Pero las Escrituras no dejan lugar a dudas. Proclaman que, en la cruz, Jesús no solo dejó un ejemplo. No posibilitó la salvación, la llevó a cabo, obrando una redención gloriosa, completa y totalmente suficiente para la salvación de todo pecador que el Padre le ha dado (Juan 10:29). Y esta redención es como un diamante con sus facetas brillantes del perdón, justificación, reconciliación, y santificación, cada una digna de nuestra contemplación y admiración. Pero, detrás de estas facetas, hay tres aspectos gloriosos de la obra de Cristo en la cruz que son el fundamento para todos los demás.
1. Expiación
Las Escrituras proclaman que, cuando el Señor de vida murió en la cruz, llevó a cabo la expiación. No es una palabra común, pero sí es una palabra de vital importancia, porque implica la remoción del pecado. Esta remoción de pecado fue ilustrada en el “día de la expiación” detallado en Levítico 16 cuando, junto con un novillo, se presentaron dos machos cabríos. El primero macho cabrío fue sacrificado como ofrenda por el pecado, simbólicamente sufriendo la paga del pecado del pueblo, que es la muerte (Romanos 6:23). Pero el otro fue escogido como el “macho cabrío expiatorio”, y el versículo 21 dice que el sumo sacerdote “pondrá ambas manos sobre la cabeza del macho cabrío y confesará sobre él todas las iniquidades de los hijos de Israel y todas sus transgresiones, todos sus pecados, y poniéndolos sobre la cabeza del macho cabrío, lo enviará al desierto…El macho cabrío llevará sobre sí todas sus iniquidades a una tierra solitaria.” Por este acto todos los pecados del pueblo fueron simbólicamente cargados por el animal y extirpados lejos del pueblo.
Pero todo esto era simbólico. Hebreos 10:4 dice que “es imposible que la sangre de toros y de machos cabríos quite los pecados.” Esta remoción simbólica de los pecados del pueblo por la muerte de animales esperaba un mayor sacrificio que eficazmente quitaría todo el pecado del pueblo de Dios. Es precisamente esta remoción eficaz y final del pecado que Jesús llevó a cabo en la cruz. 1 Pedro 2:24 dice que, como ese macho cabrío expiatorio cargó con los pecados del pueblo, “El mismo llevó nuestros pecados en su cuerpo sobre la cruz.” Hablando de la cruz, Isaías 53:6 señala que “El SEÑOR hizo que cayera sobre Él la iniquidad de todos nosotros.” Estos pasajes reflejan la gloriosa realidad que, en la cruz, el Padre colocó todo el pecado de todos Sus redimidos sobre Su Hijo amado, Jesucristo, quien los cargó sobre si mismo y murió fuera del campamento (Hebreos 13:12) para remover—es decir, expiar—nuestro pecado.

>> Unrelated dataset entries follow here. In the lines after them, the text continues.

int main() {
    CHECK(strake::version() == STRAKE_VERSION_STRING);

    strake::Surface s = strake::Surface::from_function(bowl, -1, 1, -1, 1);
    strake::Curve line = strake::Curve::line(-0.5, 0.0, 0.5, 0.0);
    strake::Frame f = strake::frame_at(s, line, 0.5);
    CHECK(std::fabs(f.normal_curvature - 1.0) < 1e-14 && f.geodesic_torsion == 0.0);

    // Moves hand the handle (and the callable) over; the moved-from object is empty.
    strake::Surface moved = std::move(s);
    CHECK(!s && moved);
    s = std::move(moved);
    CHECK(s && !moved);

    // Ranges in and out: a caller's array reused across calls.
    std::array<double, 5> ts{0.0, 0.25, 0.5, 0.75, 1.0};
    std::vector<strake::Frame> out(ts.size());
    strake::frames_at(s, line, ts, out);
    strake::frames_at(s, line, ts, out);
    CHECK(out[2].curve_param == 0.5 && out[2].normal_curvature == f.normal_curvature);
    strake::View<const double> first_two(ts.data(), 2);
    CHECK(strake::frames_at(s, line, first_two).size() == 2);

    // Surface evaluation gives the callable's own values; entries above the order are zero.
    const double uv[] = {0.25, -0.5};
    strake::SurfaceJet j = s.evaluate(0.25, -0.5, 1);
    strake::SurfaceJet want{};
    bowl(uv[0], uv[1], 2, want);
    CHECK(std::memcmp(j.p, want.p, sizeof j.p) == 0 && j.su[2] == 0.25 && j.suu[2] == 0.0);

    // Samples with arc length from the frame call feed the path summaries directly.
    std::vector<strake::Sample> samples = strake::samples_at(s, line, ts);
    std::vector<double> kn;
    for (const strake::Sample &x : samples) kn.push_back(x.frame.normal_curvature);
    strake::Extremes e = strake::path_extremes(samples, kn);
    CHECK(e.max_index == 2 && std::fabs(samples[4].arc_length - strake::arc_length(s, line, 0, 1)) < 1e-12);
    CHECK(strake::path_violations(samples, kn, 0.9).size() == 1);
    CHECK(strake::sample_even_t(s, line, 7).size() == 7);

    // The whole-path checks give, sample for sample, what the one-frame checks give.
    const strake::Cutter ball{STRAKE_CUTTER_KIND_BALL, 0.25, 0.0};
    const strake::ToolAngles angles{0.05, 0.0};
    std::vector<strake::GougeState> gouge =
        strake::check_gouge_path(samples, STRAKE_TOOL_SIDE_ALONG_NORMAL, ball, angles);
    std::vector<strake::ToolAxis> axes(samples.size());
    strake::tool_axis_path(samples, STRAKE_TOOL_SIDE_ALONG_NORMAL, angles, axes);
    bool agree = gouge.size() == samples.size();
    for (std::size_t i = 0; agree && i < samples.size(); ++i) {
        strake::GougeState one =
            strake::check_gouge(samples[i].frame, STRAKE_TOOL_SIDE_ALONG_NORMAL, ball, angles);
        strake::ToolAxis a = strake::tool_axis(samples[i].frame, STRAKE_TOOL_SIDE_ALONG_NORMAL, angles);
        agree = one.margin == gouge[i].margin && one.concave_radius == gouge[i].concave_radius &&
                one.gouges == gouge[i].gouges && one.min_lead == gouge[i].min_lead &&
                std::memcmp(&a, &axes[i], sizeof a) == 0;
    }
    CHECK(agree);
    CHECK(strake::check_scallop_path(samples, STRAKE_TOOL_SIDE_ALONG_NORMAL, 0.25, 0.1).size() == 5);
    try {
        std::vector<strake::TowEdges> few(2);
        strake::check_tow_edges_path(samples, 0.01, few);
        CHECK(false);
    } catch (const std::invalid_argument &) {
        CHECK(true);
    }

    // Failures throw strake::Error with the status and strake's message.
    try {
        strake::frame_at(s, line, 1.5);
        CHECK(false);
    } catch (const strake::Error &err) {
        CHECK(err.status() == STRAKE_STATUS_OUT_OF_DOMAIN);
        CHECK(contains(err.what(), "strake_frame_at") && contains(err.what(), "1.5"));
        CHECK(std::string(err.status_name()) == "STRAKE_STATUS_OUT_OF_DOMAIN");
    }

    // A lambda that throws: caught at the C boundary, its text in strake's message.
    int calls = 0;
    strake::Surface picky = strake::Surface::from_function(
        [&calls](double u, double v, int order, strake::SurfaceJet &jet) {
            ++calls;
            if (u > 0.25) throw std::range_error("host kernel: no face at u > 0.25");
            bowl(u, v, order, jet);
        },
        -1, 1, -1, 1);
    try {
        strake::frames_even(picky, line, 9);
        CHECK(false);
    } catch (const strake::Error &err) {
        CHECK(err.status() == STRAKE_STATUS_SURFACE_CALLBACK_FAILED);
        CHECK(contains(err.what(), "host kernel: no face at u > 0.25"));
        CHECK(err.callback_code() == -1);
    }
    CHECK(calls > 0);
    strake::Curve bad_curve = strake::Curve::from_function(
        [](double t, strake::CurveJet &c) {
            if (t > 0.5) throw 42;  // not a std::exception
            c.u = t - 0.5; c.du = 1;
        },
        0, 1);
    try {
        strake::frames_even(s, bad_curve, 3);
        CHECK(false);
    } catch (const strake::Error &err) {
        CHECK(err.status() == STRAKE_STATUS_CURVE_CALLBACK_FAILED);
        CHECK(contains(err.what(), "not a std::exception"));
    }

    // A native NURBS surface: the bilinear patch with corners at height 0, 0, 0, 1 is z = u v.
    const double knots[] = {0, 0, 1, 1};
    const double pts[] = {0, 0, 0, 0, 1, 0, 1, 0, 0, 1, 1, 1};
    strake::Surface patch = strake::Surface::nurbs(1, 1, 2, 2, knots, knots, pts);
    std::vector<double> grid = {0.5, 0.5, 0.25, 0.75};
    std::vector<strake::SurfaceJet> jets = patch.evaluate(grid, 2);
    CHECK(jets.size() == 2 && std::fabs(jets[1].p[2] - 0.1875) < 1e-15 && jets[1].suv[2] == 1.0);

    error_family_checks(s);
    sphere_checks();
    plane_checks();
    surface_and_check_extras();

    std::printf("wrapper_check (C++%ld): %d passed, %d failed\n", static_cast<long>(__cplusplus / 100 % 100), passed, failures);
    return failures == 0 ? 0 : 1;
}
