fn bits(f: &StrakeFrame) -> Vec<u64> {
    let mut v = vec![
        f.curve_param,
        f.u,
        f.v,
        f.normal_curvature,
        f.geodesic_curvature,
        f.geodesic_torsion,
        f.speed,
        f.k1,
        f.k2,
        f.mean_curvature,
        f.gaussian_curvature,
        f.surface_conditioning,
        f.curve_speed_figure,
    ];
    for a in [f.point, f.tangent, f.side, f.normal, f.dir1, f.dir2] {
        v.extend(a);
    }
    v.into_iter().map(f64::to_bits).collect()
}

/// Target `surface`: a NURBS surface from arbitrary arrays through the C ABI and the Rust API;
/// evaluation at arbitrary (u, v) (C and Rust, same bits); frames and the rates of change of
/// the invariants along a straight curve through the domain (one point and batch, same bits).
pub fn run_surface(data: &[u8]) {
    let mut inp = Input::new(data);
    let a = SurfaceArrays::read(&mut inp);
    let flip = match inp.u8() % 8 {
        0 => 2,
        1 => 1,
        _ => 0,
    };
    let built = a.build(flip);

    // The Rust API on the same arrays: accepted exactly when the C ABI accepts them.
    let rust = strake::NurbsSurface::new(&strake::NurbsSurfaceData {
        degree_u: a.degree_u as usize,
        degree_v: a.degree_v as usize,
        count_u: a.count_u,
        count_v: a.count_v,
        knots_u: &a.knots_u,
        knots_v: &a.knots_v,
        points: &a.points,
        weights: a.weights.as_deref(),
    });
    if let Err(e) = &rust {
        rust_error("NurbsSurface::new", e);
    }
    if flip <= 1 {
        assert_eq!(
            built.is_some(),
            rust.is_ok(),
            "C and Rust disagree on validity"
        );
    }
    let (Some(s), Ok(rs)) = (built, rust) else {
        return;
    };
    let ([u0, u1], [v0, v1]) = surface_domain(&a);

    // Evaluation at arbitrary parameters, C against Rust.
    let n = inp.small(6);
    let uv: Vec<[f64; 2]> = (0..n)
        .map(|_| [inp.param(u0, u1), inp.param(v0, v1)])
        .collect();
    let order = match inp.u8() % 8 {
        0 => 3,
        b => u32::from(b % 3),
    };
    if n > 0 {
        let mut jets = vec![StrakeSurfaceJet::default(); n];
        // SAFETY: 2n readable doubles, n writable jets.
        let st = unsafe {
            strake_surface_evaluate(s.0, uv.as_ptr().cast(), n, order, jets.as_mut_ptr())
        };
        if status("strake_surface_evaluate", st) {
            let o = match order {
                0 => strake::DerivOrder::Position,
                1 => strake::DerivOrder::First,
                _ => strake::DerivOrder::Second,
            };
            for (k, (j, p)) in jets.iter().zip(&uv).enumerate() {
                jet_c(&format!("strake_surface_evaluate point {k}"), j);
                let mut hint = strake::SurfaceHint::default();
                let r = rs
                    .jet(p[0], p[1], o, &mut hint)
                    .expect("Rust refuses a point the C ABI evaluated");
                assert_eq!(
                    r.p.x.to_bits(),
                    j.p[0].to_bits(),
                    "point {k}: Rust and C give different bits"
                );
            }
        }
    }

    // Frames along a straight curve between two parameters of the domain.
    let from = [inp.param(u0, u1), inp.param(v0, v1)];
    let to = [inp.param(u0, u1), inp.param(v0, v1)];
    let Some(c) = line(from, to) else {
        return;
    };
    let m = inp.small(5);
    let ts: Vec<f64> = (0..m).map(|_| inp.param(0.0, 1.0)).collect();
    frames_both_ways("surface", &s, &c, &ts);
    rates_both_ways("surface", &s, &c, &ts);
}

Las Escrituras proclaman que Jesús murió en la cruz, no como un ejemplo, sino como “el Cordero de Dios que quita el pecado del mundo” (Juan 1:29). Si eres creyente en Jesucristo, puedes tener la confianza que Jesús realmente ha alejado tus pecados “como está de lejos el oriente del occidente” (Sal 103:12).
2. Propiciación
Ligada con la Expiación es la propiciación. Es probable que propiciación tampoco sea parte integral de tu vocabulario diario. ¡Pero debe serla! Se trata de apaciguar o satisfacer la ira de Dios. Isaías 51:17 afirma que hay un cáliz, o copa, en las manos de Dios—una copa llena de la ira de Dios contra los pecadores (Salmo 75:8), que por naturaleza somos hijos de ira (Efesios 2:1-3). El problema del ser humano—tu problema—es que por causa de tu pecado eres objeto de la ira santa de Dios que Él justamente va a derramar sobre toda impiedad e injusticia, incluso la tuya.
Pero, ¿Cómo te puedes librar de esta ira? ¿Cómo se puede apaciguar esta ira? La respuesta es la Cruz. Porque pocas horas después de orar en Getsemaní, “Padre, si es Tu voluntad, aparta de mí esta copa; pero no se haga mi voluntad, sino la tuya,” Jesús cumplió la voluntad de Dios, bebiendo esta copa de la ira de Dios. Propició (apaciguó) la plenitud de la ira de Dios contra nuestro pecado al soportar la plenitud de la ira de Dios contra nuestro pecado en su muerte en la cruz. Romanos 3:25 dice que, en la cruz, “Dios exhibió públicamente a Cristo como propiciación por su sangre.” A vista de todo el mundo, durante seis horas y en medio de tinieblas Dios públicamente derramó su santa ira sobre Su Hijo Amado en la cruz. Y en la cruz Jesús soportó y bebió esta ira, hasta saciarse completamente, diciendo “¡Consumado es!” (Juan 19:30).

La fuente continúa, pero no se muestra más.